Abella agony auntAlthough she is still your mother, she has done some very unsupportive things to you.

She seems competitive towards you. Even jealous, as if she shrinks back from supporting you when she senses you are getting ahead.

And she has a selfish streak. It is fine to value oneself. But it is not OK to undermine one's own daughter, nor ones own mother.

Did she have a very poor role model for a mother or grandmother? If I was running a zoo and she was a bear, then as the keeper I would have a note on her chart, 'needs to learn mothering skills, may be best if her new cubs are put with a surrogate mother, to keep them safe.'

No wonder you are not emotionally close to your Mom. There may have been financial pressures on her, where she wanted to buy your affection, and then found she could not afford it.

I think her judgement is seriously flawed.

She would not be babysitting mine without supervision, if I was her daughter.

If it would me I would remain courteous, but guarded, with her. I would have the mindset that she may let me down again in the future, and therefore I would never put my children in a position of risk.

For instance I would invite her for Christmas, but not make a big fuss before hand, in case she did not turn up. So that the children were unaware of her failure to turn up, as they would not be told in advance that she was expected.

I would not make up excuses if she forgot to recognise the birthdays of my children, nor mine. But if she did forget those occasions more than two years in a row I would let her know it hurt, and explain therefore why I was ceasing to recognise hers for the next two years. I am under no obligation to be a doormat just because the Mom is self centred.

Your ex?

Thank you goodness you discovered what a rat he was. Pity your Mom is unaware of how wrong she was to act like a Femme Fatale towards you previous guy. Be on guard in the future. She has shown that ethical actions are 'not her thing'

That action of your Mom is particularly hard to forgive. You have feelings too, and your feelings were not respected by your Mom.

Give your Mom a few years - another 15 to 20 years and it is likely she will come back cajoling you to help her out and give her more support.

What she has done to you in the past will just be ignored by her as 'nothing' in order to manipulate you to look after her.

You C A N say NO to your Mom.

She will always be your mother, but that does not mean that you have to like, nor put up with, her behavior. You can be pleasant, but on your terms, not hers.
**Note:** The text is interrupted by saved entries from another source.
def _drawn_channels(cat: dict, layer: np.ndarray) -> DrawnChannels:
    names = cat["names"].astype(str)
    blank = names == ""
    if np.any(~blank) and np.any(blank):  # some groups named (a mesh bed): the others by level
        default = np.char.add(
            np.char.add(np.char.add(cat["role"].astype(str), cat["generation"].astype(str)), "."),
            cat["index"].astype(str),
        )
        names = np.where(blank, default, names)
    return DrawnChannels(
        centreline=cat["centreline"],
        length=cat["length"].astype(float),
        width=cat["width"].astype(float),
        depth=cat["depth"].astype(float),
        generation=cat["generation"].astype(int),
        role=cat["role"].astype(str),
        index=cat["index"].astype(int),
        node_a=cat["node_a"].astype(int),
        node_b=cat["node_b"].astype(int),
        layer=layer.astype(int),
        outline=cat["outline"],
        bends=cat["bends"].astype(int),
        names=names if np.any(names != "") else None,
        region=cat["region"].astype(str) if np.any(cat["region"] != "") else None,
        kind=cat["kind"].astype(str) if np.any(cat["kind"] != "channel") else None,
    )


def _unmasked(sketch, cat, depths, layer, piece_rows, keys, node_xy) -> Layout:
    """The layout of ``draw_sketch(..., masks=False)``: channels and pieces, no layers."""
    return Layout(
        name=sketch.name,
        outline=shapely.box(0.0, 0.0, sketch.chip.width, sketch.chip.height),
        margin=sketch.chip.margin,
        grid=sketch.rules.grid,
        layers=(),
        ports=tuple(sketch.ports),
        channels=_drawn_channels(cat, layer),
        node_xy=node_xy,
        node_names=tuple(sketch.node_names),
        warnings=tuple(sketch.warnings),
        pieces=_pieces_table(piece_rows, tuple(keys), node_xy, sketch),
        notes=tuple(sketch.notes),
        culture_regions=tuple(sketch.culture_regions),
    )


def _label(channels: DrawnChannels, i: int) -> str:
    if channels.names is not None:
        return repr(str(channels.names[i]))
    return f"{channels.role[i]} generation {channels.generation[i]} #{channels.index[i]}"


def _spec_channels(
    spec: PieceSpec, members: np.ndarray, cat: dict, first_channel: np.ndarray
) -> np.ndarray:
    """(members, arms) the channel of each arm of ``spec`` at each member node."""
    out = np.empty((members.size, len(spec.arms)), dtype=int)
    for j, (gi, variant, end) in enumerate(spec.arms):  # loop over the arms of one piece
        lo, hi = first_channel[gi], first_channel[gi + 1]
        chans = np.arange(lo, hi)
        if variant >= 0:  # -1: any of the group's templates
            chans = chans[cat["variant"][lo:hi] == variant]
        nodes = (cat["node_a"] if end == 0 else cat["node_b"])[chans]
        order = np.argsort(nodes, kind="stable")
        at = np.searchsorted(nodes[order], members)
        found = chans[order][np.clip(at, 0, chans.size - 1)]
        if chans.size == 0 or np.any(
            (cat["node_a"] if end == 0 else cat["node_b"])[found] != members
        ):
            raise LayoutError(f"piece arm {j} has no channel of group {gi} at some of its nodes")
        out[:, j] = found
    return out


def _sides(arm_ch: np.ndarray, members: np.ndarray, cat: dict) -> np.ndarray:
    """Which end (0: node_a, 1: node_b) of each arm's channel lies at its member node."""
    return np.where(cat["node_a"][arm_ch] == members[:, None], 0, 1)


def _chamber_outlines(cp, rules):
    """A chamber's outline in the chip frame, the covers of its depth steps and the bridges
    to channels ending short of it ((outline, depth) each) and its middle [m]."""
    from chipflow.layout.chamber import (
        chamber_polygon,
        chamber_regions,
        place,
        placed_polygon,
        port_bridges,
    )

    key = cp.key
    outline = placed_polygon(chamber_polygon(key), cp.origin, cp.turns)
    covers = [(placed_polygon(strip, cp.origin, cp.turns), d) for strip, d in port_bridges(key)]
    if key.overlap > 0:
        regions = chamber_regions(key)[0]
        for region in regions[1 + len(key.ports) :]:  # the covers after chamber and stubs
            covers.append((placed_polygon(region.polygon, cp.origin, cp.turns), region.depth))
    centre = place(np.array([[key.length / 2, key.width / 2]]), cp.origin, cp.turns)[0]
    return outline, covers, (float(centre[0]), float(centre[1]))


def _drawn_chamber(cp, outline, arms, centre, layer, grid):
    """The drawn chamber with its width measured on the merged mask across its middle."""
    from chipflow.layout.chamber import place
    from chipflow.layout.model import DrawnChamber

    key = cp.key
    x = key.length / 2
    ends = place(np.array([[x, -2 * grid], [x, key.width + 2 * grid]]), cp.origin, cp.turns)
    cut = shapely.intersection(shapely.LineString(ends), layer)
    pts = shapely.get_coordinates(cut)
    width = float("nan")
    if len(pts):
        direction = (ends[1] - ends[0]) / np.hypot(*(ends[1] - ends[0]))
        along = (pts - ends[0]) @ direction
        width = float(along.max() - along.min())
    if not abs(width - key.width) <= min(1e-9, grid * 1e-3):
        raise LayoutError(
            f"chamber {cp.name!r}: it is {width * 1e6:.4f} um wide on the mask across its middle "
            f"at ({centre[0] * 1e3:.3f}, {centre[1] * 1e3:.3f}) mm instead of "
            f"{key.width * 1e6:.4f} um (a drawing fault)"
        )
    return DrawnChamber(cp.name, key, cp.origin, cp.turns, outline, tuple(cp.port_nodes), arms,
                        centre, cp.role, cp.region, width)  # fmt: skip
She will always put herself first.

Hate is an opposite of Love. So you still have feelings for her, as your mother, and hope that she will change.
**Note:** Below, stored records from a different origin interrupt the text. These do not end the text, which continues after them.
"""Drawing: a sized design placed on the chip as mask-layer polygons.

:func:`draw` places a :class:`~chipflow.design.model.TreeDesign` on a :class:`Chip` under
:class:`LayoutRules` (through the one drawing engine, :func:`draw_sketch`, which draws any
network with coordinates); :func:`extract_network` turns the drawing into the solver's network;
:func:`check_rules` reports where the drawing breaks a fabrication rule.
"""

from chipflow.layout.check import Finding, check_rules
from chipflow.layout.draw import draw, layer_name
from chipflow.layout.engine import draw_sketch
from chipflow.layout.extract import extract_network
from chipflow.layout.model import DrawnChannels, Layout, MaskLayer, Pieces, PortMark
from chipflow.layout.rules import PUNCH_DIAMETERS, Chip, LayoutRules

__all__ = [
    "Chip",
    "DrawnChannels",
    "Finding",
    "Layout",
    "LayoutRules",
    "MaskLayer",
    "PUNCH_DIAMETERS",
    "Pieces",
    "PortMark",
    "check_rules",
    "draw",
    "draw_sketch",
    "extract_network",
    "layer_name",
]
You may also have guilt when others are suggesting you should forgive, when you do not want to forgive.

Though your Mom will always put herself first, just make sure you don't put yourself last.

If it is convenient, and it does not negatively impact on you, nor your family,

then invite her to family events. If she forgets or fails to attend make no comment.

But if she attends, and behaves badly, then let her know assertively, but not aggressively, such as 'Mom WHEN I invite you to a family event and you go off into my child's bedroom to make out with my husband's boss and that Violates the peace of my home, my child's bedroom, and Hurts me and embarrasses my husband and makes me FEEL you have abused my trust in my home. As a consequence I am unable to invite you into my home again for the next twelve months.

Treat your Mom as you would a hostile former friend. You should be wary of her. You don't have to forgive her until you see evidence that she can sincerely apologize, and has shown new evidence that she can be trusted.

Every time you resume trusting her, and she clips up by her own actions, then withdrawer your support agaain until she gets the messge.

Your friends don't have to endure the same mother as you. So they can't tell you to forgive her. If you do eventually forgive her then YOU will be the best time to forgive her, or not forgive her, yet.

When you get to a point where you can see her point of view (even if you completely disagree with her actions), you may find some peace in accepting the bits of her that you like, and give no attention to her actions you disagree with. Though never ignore actions that directly hurt you or your family. Then see her occasionally, on your terms, and give her no attention if she forgets to be there at the appointed hour. If she is late, then give her 15 minutes grace, then get up and leave. Don't follow up her failure. Just give her no attention following her latest failure.

If she starts coming on to men when the purpose of a meeting was supposed to be you and her with one on one meeting, then again, stand up, settle up your side of the bill, and make a dignified

Exit with no comment. Never reward bad behavior with attention (not positive and not negative attention).

No doubt your Mom loves drama, where she is the Centre of the Attention. This is very immature

The final scenario, if your Mom keeps betraying your trust will NOT be hate. It will be complete APATHY towards her. When such apathy exists then you will not even be thinking a sincere change of heart by your Mom. Instead, if you reach that stage, you will know that your mother, (in this instance) is a stranger to you, and you will treat her as such, without guilt.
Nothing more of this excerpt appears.